How well are Americans prepared for retirement? It is a question that has been on my mind lately as I have spoken with many people who are unsure about their financial futures. The Federal Reserve has some interesting data on the matter that they released in May of this year. In their annual “Report on the Economic Well-being of U.S. Households,” the Fed includes some information about retirement that stands out above the rest.
One fourth of workers have no retirement savings.
Given the importance of being prepared for retirement, seeing that a large fraction of what the Fed designates “non-retirees” are unprepared is what concerns me most.
The report claims that this number is age dependent, and people who are closer to “retirement age” are more prepared, but there is significant ambiguity as to when that retirement age will be, as the Fed’s own report states that “unanticipated life events contributed to the timing of retirement for a substantial share.”

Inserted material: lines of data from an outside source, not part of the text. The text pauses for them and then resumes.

class TestThroughTheRunner:
    SPEC = f"{Path(commands.__file__).resolve()}:{{}}"

    def outcome(self, function, timeout=60.0):
        from harness.catalogue.cases import load_catalogue
        from harness.run.runner import run_cases
        from harness.checks.tolerances import Tolerances

        cases = [load_catalogue().case("h2-sto-3g-rhf")]
        return run_cases(cases, self.SPEC.format(function), tolerances=Tolerances(),
                         timeout=timeout)

    def run(self, function, timeout=60.0):
        return self.outcome(function, timeout).cases[0]

    def test_passes(self):
        result = self.run("lab_code")
        assert result.passed and result.error is None

    @pytest.mark.parametrize("function, prefix", [
        ("exits_3", "ExternalCodeError: exited with status 3 | stderr: bad_code: exiting with "
                    "status 3"),
        ("segfaults", "ExternalCodeError: killed by signal SIGSEGV | stderr: "),
        ("writes_nothing", "ExternalCodeError: wrote no solution file (expected one of "
                           "solution.molden, solution.npz, solution.json, solution.h5, "
                           "solution.hdf5 in its working directory) | stderr: (empty)"),
    ])
    def test_failures_are_one_line_case_errors(self, function, prefix):
        result = self.run(function)
        assert not result.passed
        assert result.error.startswith(prefix)
        assert "\n" not in result.error
        assert "(at " not in result.error  # no harness frame: the message says what failed

    @staticmethod
    def forget_old_pidfiles():
        commands.SCRATCH.mkdir(parents=True, exist_ok=True)
        for old in commands.SCRATCH.glob("*.pid"):
            old.unlink()

    @staticmethod
    def assert_nothing_left():
        """The sleeper's program is gone and so is its scratch folder (``<dir>.pid``
        stands beside it)."""
        (pidfile,) = commands.SCRATCH.glob("h2-sto-3g-rhf-*.pid")
        pid = int(pidfile.read_text())
        deadline = time.monotonic() + 5
        while _alive(pid) and time.monotonic() < deadline:
            time.sleep(0.05)
        assert not _alive(pid)
        assert not pidfile.with_suffix("").exists()
        pidfile.unlink()

    def test_timeout_leaves_nothing_running(self):
        """The harness's per-case timeout stops the plug-in's process, which kills the
        external code and removes its scratch folder: nothing is left behind."""
        self.forget_old_pidfiles()
        result = self.run("sleeper", timeout=3.0)
        assert result.error == "timed out after 3.0 s"
        self.assert_nothing_left()

    def test_interrupted_run_leaves_nothing_running(self):
        """Ctrl-C while the external code runs: the run stops, the program is killed
        and its scratch folder removed."""
        import threading

        from harness.run import runner
        self.forget_old_pidfiles()

        def interrupt_once_started():
            deadline = time.monotonic() + 30
            while not list(commands.SCRATCH.glob("*.pid")) and time.monotonic() < deadline:
                time.sleep(0.05)
            runner.request_interrupt()

        threading.Thread(target=interrupt_once_started, daemon=True).start()
        outcome = self.outcome("sleeper", timeout=60.0)
        assert outcome.interrupted and outcome.cases == ()
        self.assert_nothing_left()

More significant, however, may be the problems faced by those who are saving.
Of those who do have retirement savings, less than 4 in 10 feel their retirement savings are on track.
While many people put a lot of effort and money into saving for retirement, planning for economic instability and the rising cost of living, can make anticipating what you need difficult. This could be why millions of Americans feel dissatisfied with their current retirement trajectory.
Whether you are looking to make changes to your current retirement savings vehicle to gain more satisfaction or start saving for the first time, a self-directed IRA may be worth considering.
A self-directed IRA allows you to hold alternative assets in a tax-advantaged retirement account. In additional to stocks, bonds, and mutual funds, you can select more diversified asset options in a self-directed IRA, including real estate, undeveloped land, and precious metals. By allowing these other assets to enter the fold, you can diversify your overall retirement portfolio with more opportunities for growth. At the same time, your portfolio can be more insulated from the trouble seen in retirement accounts that hold solely paper-based assets and can be vulnerable to market volatility.
For Americans who want to make the most of their retirement—and perhaps avoid the pitfalls in retirement planning that millions seem to be facing—now could be the best time to consider rolling over a portion of a traditional IRA into a self-directed IRA.